(Stored data entries)
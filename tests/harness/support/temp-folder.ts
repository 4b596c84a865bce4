import { mkdtempSync, rmSync } from 'node:fs';
import os from 'node:os';
import path from 'node:path';

/** A fresh folder under the system's temporary folder for the tests of one file, removed after them; call at the top of a file. */
export function tempFolder(prefix: string): (name: string) => string {
  let dir = '';
  beforeAll(() => {
    dir = mkdtempSync(path.join(os.tmpdir(), `${prefix}-`));
  });
  afterAll(() => rmSync(dir, { recursive: true, force: true }));
  return (name) => path.join(dir, name);
}
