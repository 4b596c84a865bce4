import { theme } from '../../constants/theme';

export type MarkTone = 'pass' | 'fail' | 'error' | 'skipped' | 'focus';

/**
 * How an evaluated point is drawn: each tone has a word and a shape of its own (dot, cross,
 * triangle, hollow square, ring), so the picture reads without colour.
 */
export const MARK_STYLES: Record<MarkTone, { color: string; word: string }> = {
  pass: { color: theme.color.accent, word: 'passed' },
  fail: { color: theme.color.danger, word: 'failed' },
  error: { color: theme.color.warn, word: 'error' },
  skipped: { color: theme.color.inkFaint, word: 'skipped' },
  focus: { color: theme.color.focus, word: 'this case' },
};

Exercise goal. The required answer is the exact run of lines above starting at the line with "string; word: string" and ending at the line with "theme.color.warn, word: 'error'", with both ends present.

Solution to this problem.
export const MARK_STYLES: Record<MarkTone, { color: string; word: string }> = {
  pass: { color: theme.color.accent, word: 'passed' },
  fail: { color: theme.color.danger, word: 'failed' },
  error: { color: theme.color.warn, word: 'error' },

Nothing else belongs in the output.